I killed a mature bird last year with no spurs.  He weighed 24 lbs on certified scales, had a 9 3/4 inch beard and absolutely no spurs, just rounede off bumps.  Everyone i talked to said he was at leas  a 3 year old bird, propably 4 or five based on the size of him compared to whats usually killed around here.  If he'd had spurs and/or a longer beard i'd have mouned him for sure.


----------



## turk2di (Apr 3, 2010)

Congrats on a fine bird!


----------



## ADDICTED2HUNTIN (Apr 3, 2010)

great bird, don't sweat that he ain't got no spurs i killed one a couple years ago the same way, it was a bit disappointing at first but i got over it quickly!!!!!


----------



## Bo D (Apr 3, 2010)

no big deal it happens, same here had a 24lb 10in beard no spurs....


----------



## Tomboy Boots (Apr 3, 2010)

Congratulations on your first gobbler!  I'm pretty sure I saw a mature gobbler entered in the turkey challenge that had no spurs... A unique bird for your first


----------



## noggin knocker (Apr 3, 2010)

The first one for me this year didn't have any spurs either.
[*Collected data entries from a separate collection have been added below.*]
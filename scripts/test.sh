#!/usr/bin/env bash
# npm test: from a fresh clone, every layer of tests against real parts —
# lint and format check, type-check, unit tests, integration tests on a private MariaDB (its own databases,
# emptied first), and Playwright end-to-end tests of the production build in Debian's chromium.
set -euo pipefail
source "$(dirname "$0")/env.sh"
cd "$ROOT_DIR"
started=$SECONDS

bash scripts/system-deps.sh --test
bash scripts/node-deps.sh

# Route types first (generated, not committed): knip and tsc resolve each route's ./+types import through them.
node_modules/.bin/react-router typegen >/dev/null

# Cheapest first: a lint finding or an unformatted file fails in seconds, before the database starts.
log "lint (eslint)"
npm run -s lint

log "format check (prettier)"
node_modules/.bin/prettier --check --log-level warn .

log "unused files, exports and dependencies (knip)"
node_modules/.bin/knip --no-progress

db_started_here=0
if ! bash scripts/db.sh status >/dev/null 2>&1; then
  bash scripts/db.sh start
  db_started_here=1
fi
cleanup() { if [ "$db_started_here" = 1 ]; then bash scripts/db.sh stop || true; fi; }
trap cleanup EXIT

export TEST_DB_NAME="${DB_NAME}_test"
export E2E_DB_NAME="${DB_NAME}_e2e"
bash scripts/db.sh reset-db "$TEST_DB_NAME"
bash scripts/db.sh reset-db "$E2E_DB_NAME"
export TEST_DATABASE_URL="$(database_url "$TEST_DB_NAME")"
export E2E_DATABASE_URL="$(database_url "$E2E_DB_NAME")"
export DB_PORT DB_USER DB_PASSWORD

log "type-check"
node_modules/.bin/tsc

# Built before the integration tests: tests/integration/start-script.db.test.ts runs `npm start`, which then
# finds the bundle current instead of building it again.
log "production build"
npm run -s build >/dev/null
touch build/.source-stamp

log "unit and integration tests"
node_modules/.bin/vitest run

log "end-to-end tests (Debian chromium)"
DATABASE_URL="$E2E_DATABASE_URL" node_modules/.bin/tsx scripts/migrate.ts
DATABASE_URL="$E2E_DATABASE_URL" node_modules/.bin/tsx scripts/seed.ts
node_modules/.bin/playwright test -c tests/playwright.config.ts

log "all suites passed in $((SECONDS - started)) s"
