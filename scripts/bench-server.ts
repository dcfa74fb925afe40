// The production server as the benchmarks start it (scripts/bench-api.ts, scripts/bench-heavy.ts): on loopback,
// without a rate limit in the way, with the node options of BENCH_NODE_ARGS (e.g. "--cpu-prof
// --cpu-prof-dir=/tmp/prof" profiles it; the profile is written when it stops).
import { spawn, type ChildProcess } from "node:child_process";

export type BenchServer = {
  base: string;
  process: ChildProcess;
  stop: () => Promise<void>;
};

export async function startBenchServer(opts: {
  port: number;
  databaseUrl: string;
  secret: string;
  env?: Record<string, string>;
}): Promise<BenchServer> {
  const base = `http://127.0.0.1:${opts.port}`;
  const nodeArgs = (process.env.BENCH_NODE_ARGS ?? "")
    .split(" ")
    .filter(Boolean);
  const child = spawn(
    "node",
    [...nodeArgs, "scripts/server.mjs", "build/server/index.js"],
    {
      env: {
        ...process.env,
        NODE_ENV: "production",
        HOST: "127.0.0.1",
        PORT: String(opts.port),
        APP_BASE_URL: base,
        DATABASE_URL: opts.databaseUrl,
        SESSION_SECRET: opts.secret,
        API_TOKEN_SECRET: opts.secret,
        API_RATE_LIMIT_PER_MINUTE: "100000000",
        ...opts.env,
      },
      stdio: "ignore",
    },
  );
  const kill = () => child.kill("SIGKILL");
  process.on("exit", kill);
  const stop = async () => {
    process.off("exit", kill);
    if (child.exitCode !== null) return;
    await new Promise((resolve) => {
      child.once("exit", resolve);
      child.kill("SIGTERM");
      setTimeout(() => child.kill("SIGKILL"), 5_000).unref();
    });
  };
  for (let i = 0; i < 150; i++) {
    if (
      await fetch(`${base}/api/health`)
        .then((r) => r.ok)
        .catch(() => false)
    )
      return { base, process: child, stop };
    await new Promise((r) => setTimeout(r, 200));
  }
  await stop();
  throw new Error("the server did not start");
}
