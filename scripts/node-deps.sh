#!/usr/bin/env bash
# Runs `npm ci` when node_modules is missing or does not hold the packages package-lock.json locks.
# A lock file newer than node_modules is compared by content first: a git checkout, a worktree or a copy
# touches its date without changing a package, and `npm ci` would then reinstall everything for nothing.
set -euo pipefail
source "$(dirname "$0")/env.sh"
cd "$ROOT_DIR"

locked_packages_differ() {
  node -e '
    const fs = require("node:fs");
    const locked = JSON.parse(fs.readFileSync("package-lock.json", "utf8")).packages ?? {};
    const installed = JSON.parse(fs.readFileSync("node_modules/.package-lock.json", "utf8")).packages ?? {};
    for (const [key, pkg] of Object.entries(locked)) {
      if (key === "" || key.startsWith("node_modules/") === false) continue;
      const have = installed[key];
      if (have ? have.version !== pkg.version : !pkg.optional) process.exit(0);
    }
    for (const key of Object.keys(installed)) if (!(key in locked)) process.exit(0);
    process.exit(1);
  '
}

if [ ! -f node_modules/.package-lock.json ] \
  || { [ package-lock.json -nt node_modules/.package-lock.json ] && locked_packages_differ; }; then
  log "installing npm packages (npm ci)"
  npm ci --no-audit --no-fund --loglevel=error
fi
He was 18lb,  9.5 beard and two small bumps for spurs.

But Congratulations on your first.


----------



## bossgobbler (Apr 3, 2010)

*first bird*

Congrats on your bird.  I killed a bird Thursday morning that had a 10" beard and only one spur--it was 3/4" long.  First one for me like that.


----------



## Public Land Prowler (Apr 5, 2010)

Congrats on your first!Sorry you was robbed..lol..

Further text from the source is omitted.